At a Glance:
LiteLLM is an open-source AI gateway that provides a unified API to call 100+ LLM providers using the OpenAI format, deployable as a Python SDK or a centralized proxy server with virtual keys, spend tracking, and load balancing.
Overview:
LiteLLM is an open-source AI Gateway designed to simplify interactions with large language models by offering a single, unified interface for over 100 LLM providers. It solves the problem of managing disparate SDKs, authentication patterns, and request formats across different models by translating all calls into a standard OpenAI-compatible format. The project supports two primary modes of operation: a Python SDK for direct codebase integration and a self-hosted proxy server that acts as a centralized service with authentication, cost tracking, and an admin dashboard. This makes it suitable for both individual developers and platform teams looking for a consistent, production-ready layer for model routing.
Key Decision Points:
Dual deployment modes: Available as a Python SDK for library integration or a self-hosted proxy server for a centralized service with its own API endpoints.
Centralized access control: The proxy server provides virtual keys to manage and control access for different users or projects.
Production-oriented management: The gateway includes built-in spend tracking, load balancing, and guardrails for managing LLM usage.
Workflow extensibility: Integrates with A2A agents and MCP tools, allowing external agents and tools to be called through the same unified gateway.
Enterprise-tier features: An enterprise license is available for SSO, professional support, and custom SLAs, indicating a project scope that extends to managed commercial needs.
Core Features:
Unified LLM interface: A single interface in OpenAI format to call 100+ LLMs, including chat completions, embeddings, image generation, and audio endpoints.
Python SDK: A library allowing developers to integrate LLM calls directly into their Python codebase with retry/fallback logic and cost tracking.
AI Gateway (Proxy Server): A self-hosted, centralized service providing authentication, multi-tenant cost tracking, guardrails, and an admin dashboard UI.

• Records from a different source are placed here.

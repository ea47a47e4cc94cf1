"""FEBio model files (``.feb``, XML): febio_spec 4.0, and 3.0 / 2.5 where only names differ.

Reading: the bytes are read once (size limit first, :mod:`linter.sources`); the mesh blocks are
located as byte ranges (:mod:`.scan`) and the small rest is parsed with defusedxml
(:mod:`.xmltree`: no entity expansion, no external entities, bounded nesting). Materials go
through :mod:`.materials`, the mesh, domains and analysis through :mod:`.model_builder`.

Names: FEBio matches material and part names exactly, so ``key`` is the name as written.
``DeckModel.extras["febio"]`` holds ``version``, ``module`` and ``mesh_blocks`` (tag, name, line,
count of every cut-out block).
"""
from __future__ import annotations

import re

FORMAT = "febio"
EXTENSIONS = (".feb",)
DEFAULT_DIALECT = "febio"
#: how a comment starts in this format (inline suppressions)
COMMENT_PREFIXES = ("<!--",)

_ROOT = re.compile(rb"<febio_spec\b")


def sniff(head: bytes) -> float:
    """How much ``head`` looks like an FEBio model (0..1)."""
    if _ROOT.search(head[:65536]):
        return 0.95
    stripped = head.lstrip(b"\xef\xbb\xbf \t\r\n")
    if stripped.startswith(b"<?xml") and (b"<Material" in head or b"<Geometry" in head):
        return 0.4
    return 0.0


def parse(path: str, options):
    """Parse one model file. Raises :class:`linter.sources.SourceError` only when it cannot be read."""
    from .model_builder import build

    return build(path, options)


__all__ = ["FORMAT", "EXTENSIONS", "DEFAULT_DIALECT", "COMMENT_PREFIXES", "sniff", "parse"]
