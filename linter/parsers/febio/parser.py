"""Sniffing and the parse entry point of the FEBio reader (see the package docstring)."""
from __future__ import annotations

import re

_ROOT = re.compile(rb"<febio_spec\b")


def sniff(head: bytes) -> float:
    """How much ``head`` looks like an FEBio model (0..1)."""
    if _ROOT.search(head[:65536]):
        return 0.95
    stripped = head.lstrip(b"\xef\xbb\xbf \t\r\n")
    if stripped.startswith(b"<?xml") and (b"<Material" in head or b"<Geometry" in head):
        return 0.4
    return 0.0


def parse(path: str, options):
    """Parse one model file. Raises :class:`linter.sources.SourceError` only when it cannot be read."""
    from .model_builder import build

    return build(path, options)


__all__ = ["sniff", "parse"]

Agent gateway: Support for invoking A2A agents from providers like Vertex AI Agent Engine and Bedrock AgentCore through the proxy.
MCP gateway: The ability to connect MCP servers to any LLM, enabling the use of external tools in chat completions.
Use Cases:
Developers can integrate multiple LLMs into their applications using the Python SDK without writing provider-specific code.
Platform teams can deploy the proxy server to provide a standardized, governed access point for LLMs across their organization.
Users can connect and manage external tools and agents from a single interface, using A2A and MCP protocols supported by the gateway.
Open-Source Alternative Value:
LiteLLM's value as an open-source project lies in providing a self-hosted gateway that abstracts the complexity of calling numerous LLM providers through a single, OpenAI-compatible API. The self-hosted proxy server gives developers the ability to centrally manage authentication, costs, and guardrails without routing requests through a third-party service. Its support for calling models via a Python SDK or a dedicated proxy server offers flexibility for both code-level integration and infrastructure-level deployment, based on the specific needs of a project or an ML platform team.